Isolasi molekul DNA dilakukan dengan metode Castillo. Sebanyak satu gram sampel ditimbang dengan aluminium foil, kemudian direndam dalam N2 cair. Sampel digerus

sampai halus dengan mortar yang sudah didinginkan dengan N2 cair. Nitrogen cair

selalu ditambahkan hingga sampel selesai

digerus. Sebanyak ± 0.1 gram PVPP ditambahkan saat sampel digerus.

Serbuk halus yang dihasilkan dimasukkan dalam tabung sentrifus yang berisi 5 ml bufer ekstraksi dan 1% merkaptoetanol (50 μl) yang sudah dipanaskan. Campuran tersebut dikocok kemudian dipanaskan selama 30 menit pada suhu 65 °C sambil sesekali dikocok agar tidak mengendap kemudian didinginkan pada suhu kamar. Larutan CI ditambahkan sebanyak 1 volume ke dalam masing-masing tabung dan bobotnya diseimbangkan sebelum sentrifugasi. Campuran divorteks sampai homogen lalu disentrifugasi (±13500 g, 10 menit, 4 °C). Sebanyak 4 ml supernatan yang diperoleh dipindahkan ke tabung sentrifus baru dan ditambah larutan CI 1 volume. Campuran ini kemudian divorteks sampai homogen dan disentrifugasi seperti yang dilakukan sebelumnya. Supernatan yang diperoleh dipindahkan ke tabung baru sebanyak 3 ml dan ditambah larutan CI 1 volume. Campuran kemudian dihomogenasi dengan vorteks dan disentrifugasi seperti sebelumnya. Supernatan yang diperoleh dipindahkan ke tabung sentrifus baru sebanyak 1 ml dan ditambah isopropanol dingin 1 volume.

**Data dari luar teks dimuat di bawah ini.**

"""`rdcheck predict` end to end: JSON contract, table, plot, and bad input (exit 2, one line)."""

from __future__ import annotations

import json
import subprocess
import sys
from pathlib import Path

import numpy as np
import pytest
from scipy.optimize import brentq

from harness.cli import main

CASES = Path(__file__).resolve().parents[2] / "cases"
DEMO = CASES / "demo_1d_membrane_switch.toml"


def _run(capsys, *argv: str) -> tuple[int, str, str]:
    code = main(list(argv))
    out = capsys.readouterr()
    return code, out.out, out.err


def test_predict_json_contract(capsys):
    """`--json` prints one object with `points`, each with the keys DESIGN.md promises."""
    code, out, _ = _run(capsys, "predict", str(CASES / "ref_1d_wave_pinning.toml"), "--json")
    assert code == 0
    data = json.loads(out)
    assert len(data["points"]) == 25
    for point in data["points"]:
        assert {"params", "regime", "threshold", "hss", "turing_unstable"} <= set(point)
        assert point["regime"] in {"no-pattern", "pulse-triggered", "self-patterning", "self-oscillating",
                                   "unresolved"}
        assert isinstance(point["turing_unstable"], bool)
    assert data["conservation"] == [["1", "1"]]


def test_demo_threshold_against_independent_root_scan(capsys):
    """The demo's predicted threshold at s = 0.24 equals (unstable local root - HSS), found here independently.

    At the HSS, total turnover gives s = d c* + mu a*; the local equation at fixed c* is
    c* (k_b + k_f a^2/(K^2 + a^2)) - (k_off + mu) a = 0, whose middle root bounds the HSS's basin.
    """
    code, out, _ = _run(capsys, "predict", str(DEMO), "--set", "s=0.24", "--json")
    assert code == 0
    point = json.loads(out)["points"][0]
    s, d, kb, kf, big_k, koff, mu = 0.24, 0.05, 0.05, 1.0, 1.0, 1.0, 0.5

    def hill(a):
        return kb + kf * a**2 / (big_k**2 + a**2)

    hss_a = brentq(lambda a: (s - mu * a) / d * hill(a) - (koff + mu) * a, 1e-9, 0.3)
    c_star = (s - mu * hss_a) / d
    grid = np.linspace(hss_a + 1e-6, 5.0, 20001)
    local = c_star * hill(grid) - (koff + mu) * grid
    i = int(np.flatnonzero(np.sign(local[:-1]) != np.sign(local[1:]))[0])
    unstable = brentq(lambda a: c_star * hill(a) - (koff + mu) * a, grid[i], grid[i + 1])
    assert point["regime"] == "pulse-triggered"
    assert point["hss"]["a"] == pytest.approx(hss_a, rel=1e-9)
    assert point["threshold"] == pytest.approx(unstable - hss_a, rel=1e-6)


def test_demo_sweep_crosses_three_regimes(capsys):
    """The demo's sweep crosses at least three regimes, `pulse-triggered` among them."""
    code, out, _ = _run(capsys, "predict", str(DEMO), "--json")
    assert code == 0
    regimes = {p["regime"] for p in json.loads(out)["points"]}
    assert "pulse-triggered" in regimes
    assert len(regimes - {"unresolved"}) >= 3


def test_predict_table_and_plot(capsys, tmp_path):
    """Without `--json` a table is printed, one row per point; `--plot` writes the figure."""
    plot = tmp_path / "states.png"
    code, out, _ = _run(capsys, "predict", str(DEMO), "--plot", str(plot))
    assert code == 0
    lines = out.strip().splitlines()
    assert any("regime" in line and "threshold" in line for line in lines)
    assert sum(line.startswith("0.") for line in lines) == 31
    assert plot.stat().st_size > 10_000


@pytest.mark.parametrize(("argv", "match"), [
    (["predict", "nope.toml"], "nope.toml: `(file)`: no such file"),
    (["predict", str(DEMO), "--set", "zz=1"], "`--set zz`: not a parameter"),
    (["predict", str(DEMO), "--set", "domain.shape=torus"], "`domain.shape`: expected one of"),
])
def test_bad_input_exit_two_one_line(capsys, argv, match):
    """Bad input: exit status 2 and one line on stderr naming file and key, nothing on stdout."""
    code, out, err = _run(capsys, *argv)
    assert code == 2
    assert out == ""
    assert err.count("\n") == 1 and match in err


def test_forbidden_expression_exit_two_without_running(tmp_path):
    """A case whose reaction tries to run code exits 2 through the console script and runs nothing."""
    marker = tmp_path / "ran"
    evil = f"__import__('os').mkdir('{marker}') + s - d*c"
    text = DEMO.read_text().replace('reaction = "s - d*c', f'reaction = "{evil}')
    case = tmp_path / "evil.toml"
    case.write_text(text)
    proc = subprocess.run([sys.executable, "-m", "harness.cli", "predict", str(case)], capture_output=True,
                          text=True, check=False)
    assert proc.returncode == 2
    assert "species.c.reaction" in proc.stderr and proc.stderr.count("\n") == 1
    assert "Traceback" not in proc.stderr
    assert not marker.exists()


def test_usage_error_is_one_line(capsys):
    """An unknown option is a usage error: exit 2 and one line."""
    with pytest.raises(SystemExit) as info:
        main(["predict", str(DEMO), "--bogus"])
    assert info.value.code == 2
    assert capsys.readouterr().err.count("\n") == 1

Larutan dikocok perlahan kemudian disimpan dalam lemari es selama 30 menit. Larutan kemudian disentrifugasi kembali seperti sebelumnya dan supernatan yang diperoleh dibuang. Pelet yang dihasilkan kemudian dikeringkan.

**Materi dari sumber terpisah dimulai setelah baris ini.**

def _study(case_path: str, overrides: Sequence[str], options: ValidateOptions,
           store) -> tuple[dict, _Runner, _Searched]:
    """Predictions, planned runs, threshold and boundary searches of one case; the study, its runner and
    what the threshold searches ran on."""
    from .predict import predict_case, prediction_json, pulse_setup

    case = load_case(case_path, overrides)
    overrides = list(overrides)
    if options.quick:
        overrides += quick_overrides(case)
        case = load_case(case_path, overrides)
    model = build_model(case)
    dims = (1,) if options.quick else tuple(options.dims)
    prediction = predict_case(case, model)
    pjson = prediction_json(case, model, prediction)
    _, sign = pulse_setup(case, model)
    noise_amp = case.noise.amplitude if case.noise else 1e-3
    res = {1: case.solver.cells_1d, 2: case.solver.cells_2d}
    runner = _Runner(options, store)

    # step: which (point, dim) pairs this call runs
    owned = [i for i, p in enumerate(prediction) if _owned(p.value, options.shard)]
    needed = sorted(set(owned) | {i + 1 for i in owned if i + 1 < len(prediction)})
    pairs = [(i, d) for i in needed for d in dims if d == 1 or i % options.every_2d == 0 or i == len(prediction) - 1]

    # step: first round, noise and planned pulses
    first, plan = [], {}
    for i, d in pairs:
        p = prediction[i]
        if p.hss is None:
            continue
        cap = height_cap(case, model, p.hss, p.threshold, sign)
        heights = plan_heights(p.threshold, cap)
        noise = _task(case.path, overrides, p.params, "noise", noise_amp, d, res[d], "noise", p.hss)
        pulses = [_task(case.path, overrides, p.params, "pulse", sign * h, d, res[d], "pulse", p.hss)
                  for h in heights] if case.pulse else []
        plan[i, d] = (noise, pulses, cap)
        first += [noise, *pulses]
    runner.run(first)

    entries = {i: {"index": i, "params": prediction[i].params, "value": prediction[i].value, "runs": {},
                   "threshold": {}} for i in needed}
    for (i, d), (noise, pulses, _) in plan.items():
        entries[i]["runs"][str(d)] = {"noise": runner.key(noise),
                                      "pulses": [[t.start_value, runner.key(t)] for t in pulses]}

    # step: threshold searches, one round of parallel runs at a time
    searches = {}
    for (i, d), (noise, pulses, cap) in plan.items():
        if i not in owned or not pulses:
            continue
        noise_pat = runner.patterned(noise)
        pulse_pat = [runner.patterned(t) for t in pulses]
        if prediction[i].regime == "pulse-triggered" or (noise_pat is False and any(pulse_pat)):
            s = ThresholdSearch(cap=cap, tol=options.tolerance)
            for t, pat in zip(pulses, pulse_pat):
                s.tell(abs(t.start_value), pat)
            searches[i, d] = s
        else:
            entries[i]["threshold"][str(d)] = {"low": None, "high": None, "resolution": res[d], "refined": None,
                                               "status": "not-searched"}

    def threshold_task(key: tuple[int, int], h: float) -> RunTask:
        p, d = prediction[key[0]], key[1]
        return _task(case.path, overrides, p.params, "pulse", sign * h, d, res[d], "threshold", p.hss)

    for (i, d), t in _run_searches(runner, searches, threshold_task):
        entries[i]["runs"][str(d)]["pulses"].append([t.start_value, runner.key(t)])

    # step: refinement check at the bracket ends, one grid level finer
    refine = {}
    for (i, d), s in searches.items():
        if options.refine and s.status == "bracketed":
            p = prediction[i]
            refine[i, d] = [_task(case.path, overrides, p.params, "pulse", sign * h, d, 2 * res[d], "refine", p.hss)
                            for h in (s.low, s.high)]
    runner.run([t for ts in refine.values() for t in ts])
    for (i, d), s in searches.items():
        refined = None
        if (i, d) in refine:
            lo_t, hi_t = refine[i, d]
            lo_p, hi_p = runner.patterned(lo_t), runner.patterned(hi_t)
            refined = {"resolution": 2 * res[d], "low": s.low, "high": s.high,
                       "held": lo_p is False and hi_p is True}
        entries[i]["threshold"][str(d)] = {"low": s.low, "high": s.high, "resolution": res[d],
                                           "refined": refined, "status": s.status}

    # step: boundary searches between neighbours whose behaviour differs
    boundaries = _boundaries(case, model, prediction, plan, runner, options, overrides, owned, sign, noise_amp, res,
                             pjson.get("boundaries", [])) if options.boundaries else []

    diffusion = model.diffusion(case.parameters)
    d_slow = max(float(v) for v, s in zip(diffusion, model.slow) if s)
    fast = [float(v) for v, s in zip(diffusion, model.slow) if not s]
    study = {
        "case": case.path, "overrides": overrides, "model": model.name, "sweep_parameter": case.sweep.parameter,
        "species": list(model.species), "dims": list(dims), "resolution": {str(d): res[d] for d in dims},
        "tolerance": options.tolerance,
        "domain": {str(d): {"shape": case.domain.for_dim(d).shape, "size": list(case.domain.for_dim(d).size)}
                   for d in dims},
        "diffusion_ratio": d_slow / min(fast) if min(fast) > 0 else None,
        "prediction": pjson,
        "points": [entries[i] for i in sorted(entries) if i in owned],
        "boundaries": boundaries,
        "shard": None if options.shard is None else list(options.shard),
        "pulse_width": case.pulse.width if case.pulse else None,
    }
    searched = _Searched(case, overrides, sign, res, {k: (prediction[k[0]], s.cap) for k, s in searches.items()})
    return study, runner, searched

Pelet DNA dilarutkan dalam 1 ml bufer TE, setelah itu ditambah CH3COONa dingin 3

M pH 5.2 sebanyak 1/10 volume (100 μl) dan 2.5 ml etanol absolut dingin secara berurutan kemudian disimpan dalam pendingin (-20 °C) selama 30 menit atau semalam. Suspensi disentrifugasi (±16000 g, 10 menit, 4 °C). Supernatannya dibuang dan pelet DNA yang diperoleh dicuci dengan etanol dingin 70% sebanyak 400 μl kemudian diendapkan dengan sentrifugasi (±16000 g, 5 menit, 4 °C). Pelet yang diperoleh dikeringkan dengan membalikkan tabung di atas tisu dan diangin-anginkan sebentar hingga bau etanol hilang. Pelet DNA dilarutkan dengan MW 100 μl. Jika pelet yang dihasilkan cukup banyak maka MW bisa ditambahkan lebih banyak. Setelah semua pelet DNA larut kemudian dipindahkan dalam tabung Eppendorf kecil dan disimpan dalam pendingin sebagai DNA stok.

Pemurnian DNA

Stok DNA dapat dimurnikan dengan ditambah RNAse. Volume RNAse yang ditambahkan 1/10 dari volume DNA.

(29)

7

Percobaan ini menggunakan 50 μl DNA ditambah 5 μl RNAse dan ditempatkan pada tabung Eppendorf baru dalam penangas es. Campuran larutan DNA dan RNAse dimasukkan dalam penangas air 37 °C selama 1 jam kemudian disimpan dalam pendingin sampai digunakan.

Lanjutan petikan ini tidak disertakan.